**EXERCISE OBJECTIVE**
Everything in the listing below from the line containing "out.append(FitParameter(name, *values))" through the line containing "def _atomic_text(path: Path, text: str)" must be repeated exactly; the remaining lines are not wanted.

Start of Block

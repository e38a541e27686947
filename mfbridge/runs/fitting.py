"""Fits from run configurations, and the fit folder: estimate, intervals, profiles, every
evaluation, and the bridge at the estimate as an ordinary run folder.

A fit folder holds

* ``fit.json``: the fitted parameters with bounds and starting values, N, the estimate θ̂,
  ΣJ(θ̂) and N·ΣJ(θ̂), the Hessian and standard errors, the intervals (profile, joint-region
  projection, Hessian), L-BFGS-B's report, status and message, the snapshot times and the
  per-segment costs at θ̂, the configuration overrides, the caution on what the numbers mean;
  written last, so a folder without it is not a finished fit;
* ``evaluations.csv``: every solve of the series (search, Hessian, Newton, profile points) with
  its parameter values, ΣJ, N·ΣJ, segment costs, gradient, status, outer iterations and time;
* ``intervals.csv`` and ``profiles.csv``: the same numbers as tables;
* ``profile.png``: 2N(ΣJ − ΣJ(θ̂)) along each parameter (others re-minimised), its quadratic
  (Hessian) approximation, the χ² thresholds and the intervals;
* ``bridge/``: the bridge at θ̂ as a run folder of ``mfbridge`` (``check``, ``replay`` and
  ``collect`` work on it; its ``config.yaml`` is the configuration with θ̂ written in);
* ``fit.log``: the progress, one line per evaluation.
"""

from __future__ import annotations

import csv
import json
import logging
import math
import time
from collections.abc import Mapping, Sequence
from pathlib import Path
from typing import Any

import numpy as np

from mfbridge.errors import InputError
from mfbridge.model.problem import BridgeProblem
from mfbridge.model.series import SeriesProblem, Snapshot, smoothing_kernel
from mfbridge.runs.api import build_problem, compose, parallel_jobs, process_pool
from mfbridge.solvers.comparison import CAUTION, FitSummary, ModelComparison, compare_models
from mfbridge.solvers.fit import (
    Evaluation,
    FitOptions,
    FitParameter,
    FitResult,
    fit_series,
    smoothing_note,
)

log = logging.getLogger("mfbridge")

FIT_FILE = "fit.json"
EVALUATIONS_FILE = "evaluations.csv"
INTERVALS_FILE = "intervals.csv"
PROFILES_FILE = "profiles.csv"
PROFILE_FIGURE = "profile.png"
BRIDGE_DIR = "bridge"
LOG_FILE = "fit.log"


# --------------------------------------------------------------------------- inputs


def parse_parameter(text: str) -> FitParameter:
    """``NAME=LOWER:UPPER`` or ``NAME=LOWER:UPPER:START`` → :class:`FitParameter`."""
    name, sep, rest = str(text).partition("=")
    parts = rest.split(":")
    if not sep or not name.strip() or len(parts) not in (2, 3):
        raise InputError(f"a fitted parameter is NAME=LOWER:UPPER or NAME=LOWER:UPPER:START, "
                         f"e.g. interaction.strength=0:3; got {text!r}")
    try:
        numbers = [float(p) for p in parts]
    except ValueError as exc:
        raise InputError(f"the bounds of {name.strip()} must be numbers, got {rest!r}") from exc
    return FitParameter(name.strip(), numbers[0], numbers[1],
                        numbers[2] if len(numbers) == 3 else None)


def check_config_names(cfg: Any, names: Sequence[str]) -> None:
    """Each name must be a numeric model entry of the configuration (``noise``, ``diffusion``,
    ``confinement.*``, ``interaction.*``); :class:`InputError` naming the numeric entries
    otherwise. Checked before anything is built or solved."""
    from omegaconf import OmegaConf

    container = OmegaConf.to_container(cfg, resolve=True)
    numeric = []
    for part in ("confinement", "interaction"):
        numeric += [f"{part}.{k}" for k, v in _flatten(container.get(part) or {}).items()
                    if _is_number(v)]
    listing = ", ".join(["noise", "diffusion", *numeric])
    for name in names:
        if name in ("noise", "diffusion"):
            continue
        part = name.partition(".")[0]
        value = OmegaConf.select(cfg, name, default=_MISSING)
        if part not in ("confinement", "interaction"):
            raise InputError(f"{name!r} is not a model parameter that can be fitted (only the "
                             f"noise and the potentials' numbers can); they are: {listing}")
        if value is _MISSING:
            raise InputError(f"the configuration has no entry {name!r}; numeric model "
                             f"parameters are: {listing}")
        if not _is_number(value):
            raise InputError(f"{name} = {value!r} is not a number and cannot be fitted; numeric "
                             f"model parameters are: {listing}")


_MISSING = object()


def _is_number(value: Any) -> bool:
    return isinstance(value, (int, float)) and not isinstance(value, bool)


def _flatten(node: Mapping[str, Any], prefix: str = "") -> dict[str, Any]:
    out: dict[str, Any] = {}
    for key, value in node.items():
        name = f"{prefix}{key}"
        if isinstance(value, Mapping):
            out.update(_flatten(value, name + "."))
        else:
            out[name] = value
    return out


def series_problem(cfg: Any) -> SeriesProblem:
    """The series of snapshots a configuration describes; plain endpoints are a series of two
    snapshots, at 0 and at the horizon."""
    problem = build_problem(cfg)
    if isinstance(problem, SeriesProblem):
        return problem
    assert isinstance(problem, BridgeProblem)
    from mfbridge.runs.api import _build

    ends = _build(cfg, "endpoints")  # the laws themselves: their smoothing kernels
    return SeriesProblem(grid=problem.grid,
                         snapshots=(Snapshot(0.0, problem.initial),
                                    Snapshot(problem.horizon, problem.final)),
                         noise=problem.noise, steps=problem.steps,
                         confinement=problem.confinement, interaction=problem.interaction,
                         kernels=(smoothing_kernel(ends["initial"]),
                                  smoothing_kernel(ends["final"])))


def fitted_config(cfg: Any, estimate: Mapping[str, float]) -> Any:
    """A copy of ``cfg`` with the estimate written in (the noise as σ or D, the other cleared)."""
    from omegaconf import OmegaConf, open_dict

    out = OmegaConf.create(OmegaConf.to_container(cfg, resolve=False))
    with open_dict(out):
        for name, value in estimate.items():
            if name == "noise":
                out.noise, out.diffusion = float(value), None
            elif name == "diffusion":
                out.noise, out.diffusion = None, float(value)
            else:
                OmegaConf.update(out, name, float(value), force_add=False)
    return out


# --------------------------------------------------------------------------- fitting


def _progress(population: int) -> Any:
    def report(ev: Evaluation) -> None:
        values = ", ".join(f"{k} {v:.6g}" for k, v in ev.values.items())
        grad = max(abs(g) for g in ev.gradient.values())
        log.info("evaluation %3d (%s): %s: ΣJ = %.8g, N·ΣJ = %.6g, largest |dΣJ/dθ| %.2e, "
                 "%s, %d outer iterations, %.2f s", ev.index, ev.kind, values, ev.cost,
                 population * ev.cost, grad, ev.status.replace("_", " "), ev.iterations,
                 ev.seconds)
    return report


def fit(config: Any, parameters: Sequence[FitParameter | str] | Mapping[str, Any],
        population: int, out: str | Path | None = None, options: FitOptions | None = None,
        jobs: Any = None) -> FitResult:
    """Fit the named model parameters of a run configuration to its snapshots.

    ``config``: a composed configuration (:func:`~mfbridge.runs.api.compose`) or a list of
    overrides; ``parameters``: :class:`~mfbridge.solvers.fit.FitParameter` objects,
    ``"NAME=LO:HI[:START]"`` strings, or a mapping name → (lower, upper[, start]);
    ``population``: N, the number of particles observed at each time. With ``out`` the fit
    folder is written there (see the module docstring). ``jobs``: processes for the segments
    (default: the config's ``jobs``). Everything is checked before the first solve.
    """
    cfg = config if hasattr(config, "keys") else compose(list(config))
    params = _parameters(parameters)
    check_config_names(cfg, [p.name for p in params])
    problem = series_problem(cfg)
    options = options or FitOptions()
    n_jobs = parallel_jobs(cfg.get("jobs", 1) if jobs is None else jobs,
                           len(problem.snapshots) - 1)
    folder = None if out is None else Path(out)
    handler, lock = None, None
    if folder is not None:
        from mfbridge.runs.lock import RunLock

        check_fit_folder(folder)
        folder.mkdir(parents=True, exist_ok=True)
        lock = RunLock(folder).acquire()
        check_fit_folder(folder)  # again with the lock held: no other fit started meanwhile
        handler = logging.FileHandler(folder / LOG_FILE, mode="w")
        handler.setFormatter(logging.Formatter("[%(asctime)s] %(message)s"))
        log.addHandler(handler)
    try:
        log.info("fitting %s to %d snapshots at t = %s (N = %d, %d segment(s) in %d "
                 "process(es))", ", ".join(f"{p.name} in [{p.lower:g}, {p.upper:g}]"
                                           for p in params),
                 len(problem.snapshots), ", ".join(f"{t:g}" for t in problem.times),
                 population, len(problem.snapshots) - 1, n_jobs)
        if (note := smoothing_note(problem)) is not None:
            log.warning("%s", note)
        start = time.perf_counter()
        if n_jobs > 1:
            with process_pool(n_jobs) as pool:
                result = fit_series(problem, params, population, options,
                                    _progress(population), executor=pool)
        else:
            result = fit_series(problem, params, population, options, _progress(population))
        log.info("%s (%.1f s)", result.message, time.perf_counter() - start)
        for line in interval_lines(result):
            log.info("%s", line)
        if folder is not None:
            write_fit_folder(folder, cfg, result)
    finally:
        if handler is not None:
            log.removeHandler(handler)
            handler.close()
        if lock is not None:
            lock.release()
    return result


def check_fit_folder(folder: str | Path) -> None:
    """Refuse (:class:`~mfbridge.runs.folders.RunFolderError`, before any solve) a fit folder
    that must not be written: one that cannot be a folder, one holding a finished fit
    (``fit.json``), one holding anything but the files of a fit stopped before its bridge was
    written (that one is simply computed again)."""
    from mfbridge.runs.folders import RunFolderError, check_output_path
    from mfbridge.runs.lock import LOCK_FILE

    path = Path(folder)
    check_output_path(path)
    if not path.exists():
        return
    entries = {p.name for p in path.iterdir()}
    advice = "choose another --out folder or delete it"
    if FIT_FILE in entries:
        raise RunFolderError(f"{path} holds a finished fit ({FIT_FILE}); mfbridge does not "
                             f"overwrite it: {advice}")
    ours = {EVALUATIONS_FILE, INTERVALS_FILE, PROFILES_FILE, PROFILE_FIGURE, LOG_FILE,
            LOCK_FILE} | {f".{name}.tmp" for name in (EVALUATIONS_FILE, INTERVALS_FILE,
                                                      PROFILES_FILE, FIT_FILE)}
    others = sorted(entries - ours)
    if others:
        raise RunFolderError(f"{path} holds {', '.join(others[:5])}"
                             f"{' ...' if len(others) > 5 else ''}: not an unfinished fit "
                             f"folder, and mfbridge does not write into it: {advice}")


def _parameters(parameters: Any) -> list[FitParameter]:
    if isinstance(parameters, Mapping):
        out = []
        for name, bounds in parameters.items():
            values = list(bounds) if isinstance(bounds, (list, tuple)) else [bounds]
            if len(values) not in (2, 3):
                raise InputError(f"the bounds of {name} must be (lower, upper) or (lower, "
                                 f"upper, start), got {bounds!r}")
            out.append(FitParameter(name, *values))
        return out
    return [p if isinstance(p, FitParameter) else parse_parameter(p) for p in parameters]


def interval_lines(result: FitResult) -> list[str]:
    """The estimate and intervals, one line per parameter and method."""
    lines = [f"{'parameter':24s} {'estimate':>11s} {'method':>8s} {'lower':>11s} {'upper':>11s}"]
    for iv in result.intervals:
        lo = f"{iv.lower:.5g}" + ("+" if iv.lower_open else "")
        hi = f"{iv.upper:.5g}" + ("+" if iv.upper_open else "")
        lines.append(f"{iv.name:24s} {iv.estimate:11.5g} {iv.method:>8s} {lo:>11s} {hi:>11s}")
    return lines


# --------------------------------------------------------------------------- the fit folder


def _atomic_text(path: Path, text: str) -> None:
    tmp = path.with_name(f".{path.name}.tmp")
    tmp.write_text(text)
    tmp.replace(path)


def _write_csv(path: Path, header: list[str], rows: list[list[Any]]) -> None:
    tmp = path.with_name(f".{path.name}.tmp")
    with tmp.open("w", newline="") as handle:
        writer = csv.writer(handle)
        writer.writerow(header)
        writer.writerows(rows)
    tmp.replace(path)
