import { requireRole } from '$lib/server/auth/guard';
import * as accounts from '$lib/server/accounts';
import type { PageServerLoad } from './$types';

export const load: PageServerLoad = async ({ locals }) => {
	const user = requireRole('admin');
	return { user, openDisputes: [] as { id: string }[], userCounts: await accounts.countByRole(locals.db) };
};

End of Block

**WORKED SOLUTION**
            out.append(FitParameter(name, *values))
        return out
    return [p if isinstance(p, FitParameter) else parse_parameter(p) for p in parameters]


def interval_lines(result: FitResult) -> list[str]:
    """The estimate and intervals, one line per parameter and method."""
    lines = [f"{'parameter':24s} {'estimate':>11s} {'method':>8s} {'lower':>11s} {'upper':>11s}"]
    for iv in result.intervals:
        lo = f"{iv.lower:.5g}" + ("+" if iv.lower_open else "")
        hi = f"{iv.upper:.5g}" + ("+" if iv.upper_open else "")
        lines.append(f"{iv.name:24s} {iv.estimate:11.5g} {iv.method:>8s} {lo:>11s} {hi:>11s}")
    return lines


# --------------------------------------------------------------------------- the fit folder


def _atomic_text(path: Path, text: str) -> None:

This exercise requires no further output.